[Start of section]

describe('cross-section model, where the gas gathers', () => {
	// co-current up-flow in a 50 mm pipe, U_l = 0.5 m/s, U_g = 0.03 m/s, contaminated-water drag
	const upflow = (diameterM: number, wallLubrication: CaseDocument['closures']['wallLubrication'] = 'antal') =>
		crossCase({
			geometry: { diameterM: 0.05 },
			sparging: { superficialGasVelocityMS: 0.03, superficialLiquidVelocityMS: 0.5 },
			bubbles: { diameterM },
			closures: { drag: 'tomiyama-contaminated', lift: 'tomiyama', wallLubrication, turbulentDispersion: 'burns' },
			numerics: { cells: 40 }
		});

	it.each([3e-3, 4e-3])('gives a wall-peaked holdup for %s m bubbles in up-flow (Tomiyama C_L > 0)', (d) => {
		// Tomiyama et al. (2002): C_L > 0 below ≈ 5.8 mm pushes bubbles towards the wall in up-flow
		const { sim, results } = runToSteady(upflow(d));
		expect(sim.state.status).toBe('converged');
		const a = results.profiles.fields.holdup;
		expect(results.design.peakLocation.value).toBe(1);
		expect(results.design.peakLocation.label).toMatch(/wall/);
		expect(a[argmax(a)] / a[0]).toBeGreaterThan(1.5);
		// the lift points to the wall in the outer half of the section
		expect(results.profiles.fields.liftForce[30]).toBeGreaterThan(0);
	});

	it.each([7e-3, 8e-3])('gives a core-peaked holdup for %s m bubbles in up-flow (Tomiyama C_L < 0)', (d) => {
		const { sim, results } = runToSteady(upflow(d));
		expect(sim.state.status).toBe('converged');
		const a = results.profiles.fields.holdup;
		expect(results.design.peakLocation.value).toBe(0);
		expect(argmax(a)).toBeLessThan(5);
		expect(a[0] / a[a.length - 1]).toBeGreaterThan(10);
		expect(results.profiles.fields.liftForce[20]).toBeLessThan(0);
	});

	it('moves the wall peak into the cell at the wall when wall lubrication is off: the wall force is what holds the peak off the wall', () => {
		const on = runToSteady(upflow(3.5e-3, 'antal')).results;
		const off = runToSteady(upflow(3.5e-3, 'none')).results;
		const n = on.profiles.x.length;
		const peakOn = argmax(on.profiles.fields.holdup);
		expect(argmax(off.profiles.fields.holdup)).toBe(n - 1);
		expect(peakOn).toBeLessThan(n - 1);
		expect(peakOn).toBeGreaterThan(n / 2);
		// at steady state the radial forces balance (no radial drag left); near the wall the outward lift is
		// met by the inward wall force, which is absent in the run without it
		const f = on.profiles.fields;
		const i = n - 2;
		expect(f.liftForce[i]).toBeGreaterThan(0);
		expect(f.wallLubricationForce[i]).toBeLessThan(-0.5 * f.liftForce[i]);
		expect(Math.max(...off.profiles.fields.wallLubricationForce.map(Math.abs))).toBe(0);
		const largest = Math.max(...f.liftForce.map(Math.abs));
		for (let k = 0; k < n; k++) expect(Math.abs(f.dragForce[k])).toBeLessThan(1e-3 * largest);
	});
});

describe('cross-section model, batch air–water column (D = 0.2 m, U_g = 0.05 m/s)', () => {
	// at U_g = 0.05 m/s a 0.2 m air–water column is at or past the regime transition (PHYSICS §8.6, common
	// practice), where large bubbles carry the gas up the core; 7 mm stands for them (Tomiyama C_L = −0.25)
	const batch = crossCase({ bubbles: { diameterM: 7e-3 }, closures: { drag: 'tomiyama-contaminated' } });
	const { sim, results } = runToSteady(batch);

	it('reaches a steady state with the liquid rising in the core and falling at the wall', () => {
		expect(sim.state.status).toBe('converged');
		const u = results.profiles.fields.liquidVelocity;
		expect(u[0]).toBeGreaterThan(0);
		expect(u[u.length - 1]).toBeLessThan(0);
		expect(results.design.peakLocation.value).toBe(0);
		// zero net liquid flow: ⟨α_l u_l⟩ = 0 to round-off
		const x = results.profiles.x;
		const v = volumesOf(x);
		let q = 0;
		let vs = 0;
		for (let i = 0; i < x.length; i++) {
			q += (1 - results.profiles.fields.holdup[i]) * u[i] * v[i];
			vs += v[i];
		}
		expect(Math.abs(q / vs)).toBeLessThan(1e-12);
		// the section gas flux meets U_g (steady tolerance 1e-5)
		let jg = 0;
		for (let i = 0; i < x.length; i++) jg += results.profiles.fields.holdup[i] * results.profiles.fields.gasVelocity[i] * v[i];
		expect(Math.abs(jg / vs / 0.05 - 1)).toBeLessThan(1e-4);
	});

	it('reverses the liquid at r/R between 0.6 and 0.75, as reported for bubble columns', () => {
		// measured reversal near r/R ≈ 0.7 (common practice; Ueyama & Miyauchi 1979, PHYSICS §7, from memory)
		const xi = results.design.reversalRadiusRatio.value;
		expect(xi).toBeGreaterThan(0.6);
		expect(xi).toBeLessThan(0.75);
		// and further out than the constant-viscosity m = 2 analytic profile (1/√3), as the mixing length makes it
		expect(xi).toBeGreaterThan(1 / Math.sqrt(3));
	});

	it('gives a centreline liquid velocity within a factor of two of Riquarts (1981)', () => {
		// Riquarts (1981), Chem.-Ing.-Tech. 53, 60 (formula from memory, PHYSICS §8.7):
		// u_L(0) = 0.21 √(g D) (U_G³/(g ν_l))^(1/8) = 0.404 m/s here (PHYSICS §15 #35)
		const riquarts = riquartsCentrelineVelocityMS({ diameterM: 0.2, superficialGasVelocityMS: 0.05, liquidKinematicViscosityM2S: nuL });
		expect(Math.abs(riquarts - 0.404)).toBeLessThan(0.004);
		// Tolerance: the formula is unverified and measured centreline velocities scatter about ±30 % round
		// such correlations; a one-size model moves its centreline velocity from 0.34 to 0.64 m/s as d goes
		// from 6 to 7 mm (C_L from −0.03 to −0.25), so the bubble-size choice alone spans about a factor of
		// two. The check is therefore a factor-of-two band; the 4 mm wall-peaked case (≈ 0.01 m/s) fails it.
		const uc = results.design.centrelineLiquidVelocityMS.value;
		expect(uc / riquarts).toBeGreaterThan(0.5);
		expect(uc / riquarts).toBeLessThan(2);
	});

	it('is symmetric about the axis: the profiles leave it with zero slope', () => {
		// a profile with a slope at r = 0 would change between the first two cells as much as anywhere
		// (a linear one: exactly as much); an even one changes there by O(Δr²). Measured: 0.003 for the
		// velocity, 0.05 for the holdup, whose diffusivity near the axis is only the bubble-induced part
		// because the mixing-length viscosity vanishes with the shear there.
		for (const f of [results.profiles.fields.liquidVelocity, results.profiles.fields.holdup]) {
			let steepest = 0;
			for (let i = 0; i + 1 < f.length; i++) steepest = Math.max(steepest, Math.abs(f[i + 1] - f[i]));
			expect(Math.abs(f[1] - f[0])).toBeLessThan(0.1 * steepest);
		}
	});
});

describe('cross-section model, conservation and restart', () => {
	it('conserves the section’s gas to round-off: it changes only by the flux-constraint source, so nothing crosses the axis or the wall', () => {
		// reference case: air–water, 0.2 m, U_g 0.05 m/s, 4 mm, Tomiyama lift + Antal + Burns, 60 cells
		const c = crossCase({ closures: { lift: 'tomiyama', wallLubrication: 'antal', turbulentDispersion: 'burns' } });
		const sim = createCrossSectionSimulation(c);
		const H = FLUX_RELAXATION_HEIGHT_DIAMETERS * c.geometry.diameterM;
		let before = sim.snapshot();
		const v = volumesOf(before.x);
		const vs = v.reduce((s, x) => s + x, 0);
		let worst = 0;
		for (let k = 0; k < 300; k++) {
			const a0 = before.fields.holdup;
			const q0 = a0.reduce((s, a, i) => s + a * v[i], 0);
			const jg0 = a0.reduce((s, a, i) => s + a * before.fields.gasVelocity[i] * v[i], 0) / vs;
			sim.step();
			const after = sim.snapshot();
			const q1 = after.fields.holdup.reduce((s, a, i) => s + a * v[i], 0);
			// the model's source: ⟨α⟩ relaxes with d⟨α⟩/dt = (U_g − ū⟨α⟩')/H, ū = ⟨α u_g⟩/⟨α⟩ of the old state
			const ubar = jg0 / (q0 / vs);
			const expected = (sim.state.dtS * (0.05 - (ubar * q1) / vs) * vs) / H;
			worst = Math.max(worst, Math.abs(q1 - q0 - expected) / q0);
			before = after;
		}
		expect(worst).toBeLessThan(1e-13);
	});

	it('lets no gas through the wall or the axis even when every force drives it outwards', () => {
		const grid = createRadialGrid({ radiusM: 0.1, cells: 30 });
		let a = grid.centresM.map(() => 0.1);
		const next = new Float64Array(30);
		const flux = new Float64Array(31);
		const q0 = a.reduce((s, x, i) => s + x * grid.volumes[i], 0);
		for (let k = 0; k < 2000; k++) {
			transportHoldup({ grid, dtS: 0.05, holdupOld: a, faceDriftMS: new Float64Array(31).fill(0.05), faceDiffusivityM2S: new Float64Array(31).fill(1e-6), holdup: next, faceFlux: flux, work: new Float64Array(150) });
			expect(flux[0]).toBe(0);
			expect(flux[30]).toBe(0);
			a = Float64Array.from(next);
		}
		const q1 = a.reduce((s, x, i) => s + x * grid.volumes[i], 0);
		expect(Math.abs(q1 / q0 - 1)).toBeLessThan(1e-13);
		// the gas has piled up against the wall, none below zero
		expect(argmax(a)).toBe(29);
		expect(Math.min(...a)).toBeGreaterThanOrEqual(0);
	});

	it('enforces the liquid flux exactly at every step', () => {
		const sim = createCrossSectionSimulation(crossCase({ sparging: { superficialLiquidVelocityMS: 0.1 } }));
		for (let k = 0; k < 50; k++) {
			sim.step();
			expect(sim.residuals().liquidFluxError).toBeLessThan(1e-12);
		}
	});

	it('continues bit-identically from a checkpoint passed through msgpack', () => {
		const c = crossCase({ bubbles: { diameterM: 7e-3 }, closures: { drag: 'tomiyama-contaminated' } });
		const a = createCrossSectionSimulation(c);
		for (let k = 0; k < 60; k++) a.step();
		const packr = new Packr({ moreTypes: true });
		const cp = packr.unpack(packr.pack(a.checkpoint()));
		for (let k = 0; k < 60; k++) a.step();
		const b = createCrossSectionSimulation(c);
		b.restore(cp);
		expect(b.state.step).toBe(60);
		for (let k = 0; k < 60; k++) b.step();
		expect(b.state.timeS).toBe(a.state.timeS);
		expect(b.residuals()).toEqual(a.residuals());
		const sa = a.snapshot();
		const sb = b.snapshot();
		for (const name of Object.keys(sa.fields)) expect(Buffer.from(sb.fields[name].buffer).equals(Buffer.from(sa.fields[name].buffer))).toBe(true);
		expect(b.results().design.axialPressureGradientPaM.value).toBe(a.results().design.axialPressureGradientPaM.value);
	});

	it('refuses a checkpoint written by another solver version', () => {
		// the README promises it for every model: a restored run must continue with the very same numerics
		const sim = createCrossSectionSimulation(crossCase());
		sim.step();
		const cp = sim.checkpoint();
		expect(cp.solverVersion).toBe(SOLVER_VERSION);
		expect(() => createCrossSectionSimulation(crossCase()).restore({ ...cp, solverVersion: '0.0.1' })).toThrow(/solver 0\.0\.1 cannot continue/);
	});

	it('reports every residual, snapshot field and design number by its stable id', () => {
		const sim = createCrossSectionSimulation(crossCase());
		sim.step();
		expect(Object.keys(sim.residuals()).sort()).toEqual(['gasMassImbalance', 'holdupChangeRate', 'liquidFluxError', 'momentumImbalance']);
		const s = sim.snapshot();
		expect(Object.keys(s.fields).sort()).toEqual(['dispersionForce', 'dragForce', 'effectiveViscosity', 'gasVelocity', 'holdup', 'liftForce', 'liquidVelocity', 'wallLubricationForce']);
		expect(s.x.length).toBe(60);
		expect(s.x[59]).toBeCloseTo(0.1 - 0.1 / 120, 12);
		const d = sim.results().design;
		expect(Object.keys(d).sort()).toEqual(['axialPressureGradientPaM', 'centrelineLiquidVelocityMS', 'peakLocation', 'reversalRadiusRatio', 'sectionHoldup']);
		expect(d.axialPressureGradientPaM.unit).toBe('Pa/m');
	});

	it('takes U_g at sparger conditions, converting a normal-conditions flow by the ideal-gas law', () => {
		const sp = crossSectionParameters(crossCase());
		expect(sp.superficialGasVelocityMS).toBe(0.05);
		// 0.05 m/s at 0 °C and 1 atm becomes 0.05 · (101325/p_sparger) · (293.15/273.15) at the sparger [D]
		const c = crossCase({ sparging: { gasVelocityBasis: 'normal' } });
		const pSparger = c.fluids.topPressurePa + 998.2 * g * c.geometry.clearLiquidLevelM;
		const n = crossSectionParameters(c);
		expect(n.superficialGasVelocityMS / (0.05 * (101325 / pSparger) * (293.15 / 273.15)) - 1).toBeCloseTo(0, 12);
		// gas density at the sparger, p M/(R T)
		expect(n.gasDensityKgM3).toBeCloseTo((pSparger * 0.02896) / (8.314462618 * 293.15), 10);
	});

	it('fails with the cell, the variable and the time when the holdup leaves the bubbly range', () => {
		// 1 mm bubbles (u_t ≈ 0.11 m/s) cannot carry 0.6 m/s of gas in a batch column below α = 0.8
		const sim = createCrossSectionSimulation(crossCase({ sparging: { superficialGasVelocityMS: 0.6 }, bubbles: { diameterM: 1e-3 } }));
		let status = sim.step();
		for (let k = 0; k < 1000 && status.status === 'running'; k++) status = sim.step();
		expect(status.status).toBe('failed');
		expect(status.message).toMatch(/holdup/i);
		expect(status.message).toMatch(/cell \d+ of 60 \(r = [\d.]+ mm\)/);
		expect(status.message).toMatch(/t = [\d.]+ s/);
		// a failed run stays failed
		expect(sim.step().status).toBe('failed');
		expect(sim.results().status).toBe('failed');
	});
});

[End of section]
[Start of section]

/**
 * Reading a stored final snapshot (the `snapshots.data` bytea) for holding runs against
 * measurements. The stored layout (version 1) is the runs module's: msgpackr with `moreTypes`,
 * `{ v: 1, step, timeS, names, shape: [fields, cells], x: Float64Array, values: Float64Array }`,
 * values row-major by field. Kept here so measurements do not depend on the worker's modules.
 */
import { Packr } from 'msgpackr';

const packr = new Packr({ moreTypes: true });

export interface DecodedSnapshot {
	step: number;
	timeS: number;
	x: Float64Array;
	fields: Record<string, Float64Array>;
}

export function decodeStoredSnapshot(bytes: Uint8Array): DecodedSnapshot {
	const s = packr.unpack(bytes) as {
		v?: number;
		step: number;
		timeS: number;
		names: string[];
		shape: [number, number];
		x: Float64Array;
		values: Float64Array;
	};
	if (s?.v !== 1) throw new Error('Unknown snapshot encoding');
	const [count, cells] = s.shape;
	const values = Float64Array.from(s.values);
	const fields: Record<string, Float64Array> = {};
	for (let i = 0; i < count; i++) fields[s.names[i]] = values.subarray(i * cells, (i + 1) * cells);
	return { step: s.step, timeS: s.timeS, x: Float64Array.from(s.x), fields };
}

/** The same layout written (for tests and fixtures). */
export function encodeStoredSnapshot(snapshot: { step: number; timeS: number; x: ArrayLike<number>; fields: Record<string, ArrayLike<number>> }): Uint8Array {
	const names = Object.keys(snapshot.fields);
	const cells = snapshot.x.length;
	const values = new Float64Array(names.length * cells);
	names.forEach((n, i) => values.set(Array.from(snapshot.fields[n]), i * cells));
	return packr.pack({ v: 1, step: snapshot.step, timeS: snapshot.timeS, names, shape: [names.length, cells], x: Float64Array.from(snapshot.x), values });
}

[End of section]
[Start of section]

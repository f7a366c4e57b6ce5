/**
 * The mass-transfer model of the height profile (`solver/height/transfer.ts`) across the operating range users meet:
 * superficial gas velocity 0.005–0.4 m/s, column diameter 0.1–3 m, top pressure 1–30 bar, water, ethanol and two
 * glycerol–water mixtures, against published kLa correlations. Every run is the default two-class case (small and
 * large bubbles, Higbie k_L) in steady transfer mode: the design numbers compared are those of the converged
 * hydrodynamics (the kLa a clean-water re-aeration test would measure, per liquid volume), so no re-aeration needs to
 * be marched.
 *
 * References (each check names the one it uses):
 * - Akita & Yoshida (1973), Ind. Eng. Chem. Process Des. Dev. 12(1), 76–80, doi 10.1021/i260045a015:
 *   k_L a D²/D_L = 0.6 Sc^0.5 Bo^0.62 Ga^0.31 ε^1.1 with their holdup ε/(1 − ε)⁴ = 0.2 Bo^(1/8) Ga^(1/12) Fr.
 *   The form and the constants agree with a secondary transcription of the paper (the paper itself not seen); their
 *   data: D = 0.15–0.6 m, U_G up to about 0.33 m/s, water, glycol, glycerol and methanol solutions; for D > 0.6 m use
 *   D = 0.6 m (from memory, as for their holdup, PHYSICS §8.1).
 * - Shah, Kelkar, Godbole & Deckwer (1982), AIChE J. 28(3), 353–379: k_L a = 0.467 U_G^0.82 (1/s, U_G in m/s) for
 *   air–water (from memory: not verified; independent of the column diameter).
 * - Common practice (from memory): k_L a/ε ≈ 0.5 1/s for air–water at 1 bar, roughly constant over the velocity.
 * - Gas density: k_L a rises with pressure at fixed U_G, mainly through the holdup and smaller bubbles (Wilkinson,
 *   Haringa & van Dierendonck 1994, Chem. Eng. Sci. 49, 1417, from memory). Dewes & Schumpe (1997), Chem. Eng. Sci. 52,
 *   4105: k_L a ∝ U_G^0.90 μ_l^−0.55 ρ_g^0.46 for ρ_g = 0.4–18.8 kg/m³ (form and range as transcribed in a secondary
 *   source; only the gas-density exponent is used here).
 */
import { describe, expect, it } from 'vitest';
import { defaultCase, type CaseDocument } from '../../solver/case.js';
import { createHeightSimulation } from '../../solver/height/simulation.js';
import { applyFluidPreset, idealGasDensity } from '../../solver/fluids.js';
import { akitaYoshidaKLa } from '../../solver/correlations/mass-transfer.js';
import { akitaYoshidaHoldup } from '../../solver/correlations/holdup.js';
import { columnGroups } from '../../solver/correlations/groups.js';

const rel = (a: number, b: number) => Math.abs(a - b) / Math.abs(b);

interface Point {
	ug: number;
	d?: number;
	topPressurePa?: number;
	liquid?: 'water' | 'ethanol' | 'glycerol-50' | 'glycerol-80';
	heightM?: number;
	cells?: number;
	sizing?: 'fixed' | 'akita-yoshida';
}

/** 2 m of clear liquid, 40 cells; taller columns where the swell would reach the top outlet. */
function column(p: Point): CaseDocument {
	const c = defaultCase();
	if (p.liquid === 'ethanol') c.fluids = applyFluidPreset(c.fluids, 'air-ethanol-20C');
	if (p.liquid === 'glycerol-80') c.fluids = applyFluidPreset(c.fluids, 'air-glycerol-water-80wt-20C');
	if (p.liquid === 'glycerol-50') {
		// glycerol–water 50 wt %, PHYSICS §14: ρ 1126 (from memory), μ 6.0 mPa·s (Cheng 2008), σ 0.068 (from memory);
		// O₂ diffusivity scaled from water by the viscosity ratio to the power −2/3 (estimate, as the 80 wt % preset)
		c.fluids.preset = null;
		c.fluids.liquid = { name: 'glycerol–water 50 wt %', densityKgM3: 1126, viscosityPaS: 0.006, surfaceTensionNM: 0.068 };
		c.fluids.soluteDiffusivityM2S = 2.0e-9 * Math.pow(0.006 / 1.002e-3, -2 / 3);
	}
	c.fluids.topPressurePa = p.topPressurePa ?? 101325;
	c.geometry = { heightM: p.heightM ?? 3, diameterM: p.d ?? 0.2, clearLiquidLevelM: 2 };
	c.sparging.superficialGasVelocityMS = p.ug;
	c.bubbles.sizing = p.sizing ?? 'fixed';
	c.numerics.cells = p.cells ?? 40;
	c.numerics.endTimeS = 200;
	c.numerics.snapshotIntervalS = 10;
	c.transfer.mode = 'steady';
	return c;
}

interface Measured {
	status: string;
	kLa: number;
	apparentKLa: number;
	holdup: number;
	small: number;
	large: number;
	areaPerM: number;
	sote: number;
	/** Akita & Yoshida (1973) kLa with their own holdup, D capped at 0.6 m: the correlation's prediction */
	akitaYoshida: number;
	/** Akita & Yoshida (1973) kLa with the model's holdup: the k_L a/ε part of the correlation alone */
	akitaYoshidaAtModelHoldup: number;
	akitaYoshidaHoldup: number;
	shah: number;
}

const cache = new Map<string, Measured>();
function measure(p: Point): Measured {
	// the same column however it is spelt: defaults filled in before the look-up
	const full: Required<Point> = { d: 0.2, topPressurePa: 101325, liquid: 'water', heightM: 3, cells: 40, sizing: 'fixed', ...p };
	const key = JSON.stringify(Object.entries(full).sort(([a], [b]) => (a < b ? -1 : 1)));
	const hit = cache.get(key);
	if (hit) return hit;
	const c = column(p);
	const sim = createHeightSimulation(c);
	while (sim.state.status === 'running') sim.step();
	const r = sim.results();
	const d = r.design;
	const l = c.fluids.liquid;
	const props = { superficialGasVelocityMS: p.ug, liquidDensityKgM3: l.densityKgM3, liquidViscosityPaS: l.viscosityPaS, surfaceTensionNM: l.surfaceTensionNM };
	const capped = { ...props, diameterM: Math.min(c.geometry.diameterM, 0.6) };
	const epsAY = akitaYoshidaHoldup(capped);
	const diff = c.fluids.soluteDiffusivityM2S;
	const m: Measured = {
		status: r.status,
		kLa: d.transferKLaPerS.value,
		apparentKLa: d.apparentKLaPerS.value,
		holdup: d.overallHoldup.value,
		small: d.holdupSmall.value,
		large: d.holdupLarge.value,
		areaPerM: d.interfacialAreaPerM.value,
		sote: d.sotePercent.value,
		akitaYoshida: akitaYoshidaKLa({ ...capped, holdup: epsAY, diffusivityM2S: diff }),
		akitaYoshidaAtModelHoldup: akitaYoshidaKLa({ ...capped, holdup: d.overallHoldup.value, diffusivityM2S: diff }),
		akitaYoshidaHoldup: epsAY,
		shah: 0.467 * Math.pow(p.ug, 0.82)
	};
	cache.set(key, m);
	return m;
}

[End of section]

**What the task asks:**
Lines in the data that include the word "columns" should all be copied.

**Solution to this exercise:**
	it('reverses the liquid at r/R between 0.6 and 0.75, as reported for bubble columns', () => {
/** 2 m of clear liquid, 40 cells; taller columns where the swell would reach the top outlet. */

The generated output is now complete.